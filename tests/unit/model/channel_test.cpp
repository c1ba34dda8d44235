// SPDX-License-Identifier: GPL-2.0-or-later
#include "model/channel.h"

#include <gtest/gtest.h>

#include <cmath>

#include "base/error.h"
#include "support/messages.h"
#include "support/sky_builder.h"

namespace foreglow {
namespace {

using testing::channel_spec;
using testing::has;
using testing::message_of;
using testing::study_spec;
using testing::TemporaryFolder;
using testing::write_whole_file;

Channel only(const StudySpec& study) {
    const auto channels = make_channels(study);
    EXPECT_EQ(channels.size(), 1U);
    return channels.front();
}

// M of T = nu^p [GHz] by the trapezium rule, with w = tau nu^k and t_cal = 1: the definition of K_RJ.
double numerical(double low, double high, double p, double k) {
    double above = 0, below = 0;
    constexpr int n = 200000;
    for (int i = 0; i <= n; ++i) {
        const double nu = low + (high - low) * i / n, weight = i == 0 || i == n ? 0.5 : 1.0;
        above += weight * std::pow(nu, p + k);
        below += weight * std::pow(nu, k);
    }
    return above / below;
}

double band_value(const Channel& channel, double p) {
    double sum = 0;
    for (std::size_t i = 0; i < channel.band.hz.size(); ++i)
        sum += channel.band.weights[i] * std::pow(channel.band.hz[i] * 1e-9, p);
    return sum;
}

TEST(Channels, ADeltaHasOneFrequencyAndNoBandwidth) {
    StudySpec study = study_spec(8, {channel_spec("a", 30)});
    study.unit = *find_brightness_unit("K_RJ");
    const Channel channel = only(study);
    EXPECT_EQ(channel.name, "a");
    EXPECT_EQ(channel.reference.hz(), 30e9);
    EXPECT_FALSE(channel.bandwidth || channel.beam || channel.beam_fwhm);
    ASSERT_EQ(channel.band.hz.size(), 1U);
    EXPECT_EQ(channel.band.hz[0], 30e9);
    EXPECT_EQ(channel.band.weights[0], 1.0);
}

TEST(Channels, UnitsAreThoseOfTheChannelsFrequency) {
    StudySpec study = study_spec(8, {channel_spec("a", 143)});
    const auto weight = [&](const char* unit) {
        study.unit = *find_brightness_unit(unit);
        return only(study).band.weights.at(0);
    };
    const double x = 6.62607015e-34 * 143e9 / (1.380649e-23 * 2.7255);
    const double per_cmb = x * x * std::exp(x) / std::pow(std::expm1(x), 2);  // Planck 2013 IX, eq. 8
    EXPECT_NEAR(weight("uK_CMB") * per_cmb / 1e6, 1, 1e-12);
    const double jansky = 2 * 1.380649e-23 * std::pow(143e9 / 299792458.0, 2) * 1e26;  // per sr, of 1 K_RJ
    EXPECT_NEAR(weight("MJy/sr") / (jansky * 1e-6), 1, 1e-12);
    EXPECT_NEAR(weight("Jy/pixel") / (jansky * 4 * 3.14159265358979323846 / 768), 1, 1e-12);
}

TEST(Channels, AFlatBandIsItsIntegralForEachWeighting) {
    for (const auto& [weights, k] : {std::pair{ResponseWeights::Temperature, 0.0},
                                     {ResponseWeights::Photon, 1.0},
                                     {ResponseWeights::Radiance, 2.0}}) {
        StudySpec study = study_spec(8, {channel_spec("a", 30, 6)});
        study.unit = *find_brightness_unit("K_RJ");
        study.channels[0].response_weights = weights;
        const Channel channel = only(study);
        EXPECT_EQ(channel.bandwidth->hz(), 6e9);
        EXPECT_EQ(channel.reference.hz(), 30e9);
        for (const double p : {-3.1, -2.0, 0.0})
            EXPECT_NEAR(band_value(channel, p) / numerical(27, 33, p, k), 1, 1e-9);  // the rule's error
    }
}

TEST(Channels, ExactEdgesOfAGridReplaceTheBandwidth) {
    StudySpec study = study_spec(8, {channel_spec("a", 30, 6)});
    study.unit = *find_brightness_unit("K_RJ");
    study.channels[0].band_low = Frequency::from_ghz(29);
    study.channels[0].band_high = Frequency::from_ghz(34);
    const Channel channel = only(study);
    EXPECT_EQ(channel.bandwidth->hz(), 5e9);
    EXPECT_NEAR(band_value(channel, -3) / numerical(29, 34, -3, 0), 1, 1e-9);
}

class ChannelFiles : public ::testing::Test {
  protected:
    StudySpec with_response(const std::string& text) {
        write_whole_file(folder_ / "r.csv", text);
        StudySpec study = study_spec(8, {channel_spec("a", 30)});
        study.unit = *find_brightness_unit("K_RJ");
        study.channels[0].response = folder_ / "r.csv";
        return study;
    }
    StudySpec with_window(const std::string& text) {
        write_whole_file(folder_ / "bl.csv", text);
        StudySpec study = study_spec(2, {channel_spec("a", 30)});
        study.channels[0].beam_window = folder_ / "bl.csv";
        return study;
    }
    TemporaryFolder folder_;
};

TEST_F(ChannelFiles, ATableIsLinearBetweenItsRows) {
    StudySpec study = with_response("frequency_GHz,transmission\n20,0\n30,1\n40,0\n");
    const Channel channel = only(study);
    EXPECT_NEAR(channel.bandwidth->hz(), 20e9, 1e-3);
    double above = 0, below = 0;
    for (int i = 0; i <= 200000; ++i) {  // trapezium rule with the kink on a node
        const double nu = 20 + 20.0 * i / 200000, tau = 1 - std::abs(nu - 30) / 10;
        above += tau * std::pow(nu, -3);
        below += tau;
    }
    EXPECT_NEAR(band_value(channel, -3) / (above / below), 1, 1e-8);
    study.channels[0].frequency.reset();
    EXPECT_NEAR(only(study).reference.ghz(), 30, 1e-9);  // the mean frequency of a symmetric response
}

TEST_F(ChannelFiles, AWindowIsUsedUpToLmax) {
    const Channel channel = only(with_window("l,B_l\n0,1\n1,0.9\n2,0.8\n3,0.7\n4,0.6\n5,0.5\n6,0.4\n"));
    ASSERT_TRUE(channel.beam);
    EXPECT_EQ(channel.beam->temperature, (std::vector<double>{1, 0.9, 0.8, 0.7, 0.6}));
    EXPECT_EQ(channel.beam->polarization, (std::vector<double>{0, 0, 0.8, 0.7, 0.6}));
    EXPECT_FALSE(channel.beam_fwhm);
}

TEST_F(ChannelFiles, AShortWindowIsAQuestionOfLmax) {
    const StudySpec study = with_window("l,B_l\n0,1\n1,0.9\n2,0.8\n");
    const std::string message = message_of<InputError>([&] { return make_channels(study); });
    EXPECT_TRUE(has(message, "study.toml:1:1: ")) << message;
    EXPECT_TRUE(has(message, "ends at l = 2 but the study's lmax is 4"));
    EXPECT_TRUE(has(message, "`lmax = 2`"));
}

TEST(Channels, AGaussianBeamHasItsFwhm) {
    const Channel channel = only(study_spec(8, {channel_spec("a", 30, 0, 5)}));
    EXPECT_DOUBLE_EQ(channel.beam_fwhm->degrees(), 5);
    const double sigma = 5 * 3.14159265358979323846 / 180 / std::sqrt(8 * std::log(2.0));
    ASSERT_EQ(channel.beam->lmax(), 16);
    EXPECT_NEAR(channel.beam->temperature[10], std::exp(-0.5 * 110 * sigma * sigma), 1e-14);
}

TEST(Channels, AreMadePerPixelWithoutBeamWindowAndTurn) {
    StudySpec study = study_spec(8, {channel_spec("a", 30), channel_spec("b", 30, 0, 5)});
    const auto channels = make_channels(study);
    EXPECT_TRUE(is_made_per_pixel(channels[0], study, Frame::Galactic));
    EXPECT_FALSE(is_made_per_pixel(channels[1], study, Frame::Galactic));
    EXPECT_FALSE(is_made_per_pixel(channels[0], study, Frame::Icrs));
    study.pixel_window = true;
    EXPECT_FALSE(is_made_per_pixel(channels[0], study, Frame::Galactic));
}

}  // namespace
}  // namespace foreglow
□ □ □ □ □
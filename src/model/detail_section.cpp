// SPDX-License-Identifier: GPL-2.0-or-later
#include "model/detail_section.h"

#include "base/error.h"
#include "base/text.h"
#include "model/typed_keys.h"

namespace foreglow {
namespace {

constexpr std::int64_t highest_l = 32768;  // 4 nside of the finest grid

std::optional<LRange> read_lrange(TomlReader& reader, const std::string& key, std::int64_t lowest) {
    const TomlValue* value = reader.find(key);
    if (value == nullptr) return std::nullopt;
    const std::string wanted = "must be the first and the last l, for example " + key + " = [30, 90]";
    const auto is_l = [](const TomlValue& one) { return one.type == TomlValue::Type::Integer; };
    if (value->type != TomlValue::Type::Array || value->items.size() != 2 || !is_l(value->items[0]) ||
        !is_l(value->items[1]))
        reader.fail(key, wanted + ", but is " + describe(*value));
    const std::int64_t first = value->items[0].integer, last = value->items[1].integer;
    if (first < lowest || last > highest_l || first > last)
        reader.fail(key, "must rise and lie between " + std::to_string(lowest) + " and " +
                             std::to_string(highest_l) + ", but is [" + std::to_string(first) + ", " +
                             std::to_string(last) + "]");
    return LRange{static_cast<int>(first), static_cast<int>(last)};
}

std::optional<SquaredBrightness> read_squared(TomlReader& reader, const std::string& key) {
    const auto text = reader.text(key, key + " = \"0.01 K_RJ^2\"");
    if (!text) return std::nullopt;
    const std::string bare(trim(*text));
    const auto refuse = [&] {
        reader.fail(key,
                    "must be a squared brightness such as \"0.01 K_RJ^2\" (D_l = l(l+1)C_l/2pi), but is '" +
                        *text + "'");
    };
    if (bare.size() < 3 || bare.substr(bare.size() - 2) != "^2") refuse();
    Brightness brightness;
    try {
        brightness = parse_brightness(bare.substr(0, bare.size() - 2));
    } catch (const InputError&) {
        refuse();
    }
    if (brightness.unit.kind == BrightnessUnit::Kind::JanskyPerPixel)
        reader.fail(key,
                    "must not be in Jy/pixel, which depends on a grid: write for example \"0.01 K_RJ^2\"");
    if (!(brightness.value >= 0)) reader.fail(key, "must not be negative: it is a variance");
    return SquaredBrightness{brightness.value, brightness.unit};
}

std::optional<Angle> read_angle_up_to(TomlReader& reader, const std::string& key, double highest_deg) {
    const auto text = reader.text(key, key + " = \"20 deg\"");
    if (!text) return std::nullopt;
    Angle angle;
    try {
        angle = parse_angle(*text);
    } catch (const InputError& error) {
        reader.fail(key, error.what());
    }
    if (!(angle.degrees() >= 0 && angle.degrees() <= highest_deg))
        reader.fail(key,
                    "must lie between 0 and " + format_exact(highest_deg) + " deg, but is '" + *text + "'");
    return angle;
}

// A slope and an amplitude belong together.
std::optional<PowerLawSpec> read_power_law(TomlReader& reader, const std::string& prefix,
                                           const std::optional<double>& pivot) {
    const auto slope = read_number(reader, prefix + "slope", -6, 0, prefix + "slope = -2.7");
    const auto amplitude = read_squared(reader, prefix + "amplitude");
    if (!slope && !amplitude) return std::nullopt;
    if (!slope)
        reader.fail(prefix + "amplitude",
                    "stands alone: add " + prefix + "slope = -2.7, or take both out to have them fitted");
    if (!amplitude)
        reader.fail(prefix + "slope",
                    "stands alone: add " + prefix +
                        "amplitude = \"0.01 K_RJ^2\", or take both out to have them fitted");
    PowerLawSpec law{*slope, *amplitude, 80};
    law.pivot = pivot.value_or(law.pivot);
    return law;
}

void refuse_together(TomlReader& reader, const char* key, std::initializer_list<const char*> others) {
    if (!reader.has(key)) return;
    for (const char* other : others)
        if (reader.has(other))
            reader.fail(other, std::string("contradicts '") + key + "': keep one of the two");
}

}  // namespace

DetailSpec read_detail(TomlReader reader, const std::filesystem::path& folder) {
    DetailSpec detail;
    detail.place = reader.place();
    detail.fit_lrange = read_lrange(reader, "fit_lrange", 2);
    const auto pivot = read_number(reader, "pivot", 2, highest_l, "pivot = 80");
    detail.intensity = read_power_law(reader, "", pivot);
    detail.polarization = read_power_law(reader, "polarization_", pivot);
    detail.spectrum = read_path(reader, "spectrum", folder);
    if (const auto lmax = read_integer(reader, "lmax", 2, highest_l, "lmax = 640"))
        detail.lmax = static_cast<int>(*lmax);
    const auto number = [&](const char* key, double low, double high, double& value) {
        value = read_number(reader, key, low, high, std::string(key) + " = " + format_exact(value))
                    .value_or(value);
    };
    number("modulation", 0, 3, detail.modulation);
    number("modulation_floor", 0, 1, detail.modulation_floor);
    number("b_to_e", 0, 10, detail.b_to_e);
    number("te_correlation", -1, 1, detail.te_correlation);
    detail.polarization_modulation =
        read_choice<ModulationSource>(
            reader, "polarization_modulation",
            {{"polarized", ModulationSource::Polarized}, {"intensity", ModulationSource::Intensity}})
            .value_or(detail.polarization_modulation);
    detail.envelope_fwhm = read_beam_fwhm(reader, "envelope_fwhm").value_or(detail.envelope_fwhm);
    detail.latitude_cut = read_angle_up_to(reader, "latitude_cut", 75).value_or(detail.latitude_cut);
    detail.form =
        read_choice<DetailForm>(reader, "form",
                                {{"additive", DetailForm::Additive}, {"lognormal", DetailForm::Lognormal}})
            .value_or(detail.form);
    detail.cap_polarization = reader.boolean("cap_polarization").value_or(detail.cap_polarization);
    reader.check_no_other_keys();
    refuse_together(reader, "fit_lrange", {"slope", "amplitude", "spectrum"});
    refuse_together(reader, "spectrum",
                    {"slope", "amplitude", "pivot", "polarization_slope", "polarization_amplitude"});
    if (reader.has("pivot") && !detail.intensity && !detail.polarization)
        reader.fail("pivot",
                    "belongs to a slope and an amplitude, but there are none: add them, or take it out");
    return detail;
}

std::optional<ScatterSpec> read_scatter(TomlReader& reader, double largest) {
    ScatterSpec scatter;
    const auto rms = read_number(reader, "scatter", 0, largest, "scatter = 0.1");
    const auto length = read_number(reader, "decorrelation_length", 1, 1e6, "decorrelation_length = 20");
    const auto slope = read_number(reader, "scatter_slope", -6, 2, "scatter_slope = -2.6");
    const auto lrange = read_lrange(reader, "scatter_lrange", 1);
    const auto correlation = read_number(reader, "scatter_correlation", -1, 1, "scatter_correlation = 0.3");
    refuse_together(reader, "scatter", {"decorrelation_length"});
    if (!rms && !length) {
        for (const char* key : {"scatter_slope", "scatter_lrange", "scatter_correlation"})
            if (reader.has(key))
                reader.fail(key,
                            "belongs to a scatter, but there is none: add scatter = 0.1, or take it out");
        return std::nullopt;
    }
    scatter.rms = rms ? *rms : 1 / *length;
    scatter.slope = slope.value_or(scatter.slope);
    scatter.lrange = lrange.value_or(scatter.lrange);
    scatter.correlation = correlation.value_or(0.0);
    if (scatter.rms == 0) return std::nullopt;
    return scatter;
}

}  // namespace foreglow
□ □ □ □ □
Within this listing, how many lines hold "stands"? Give the number alone.

2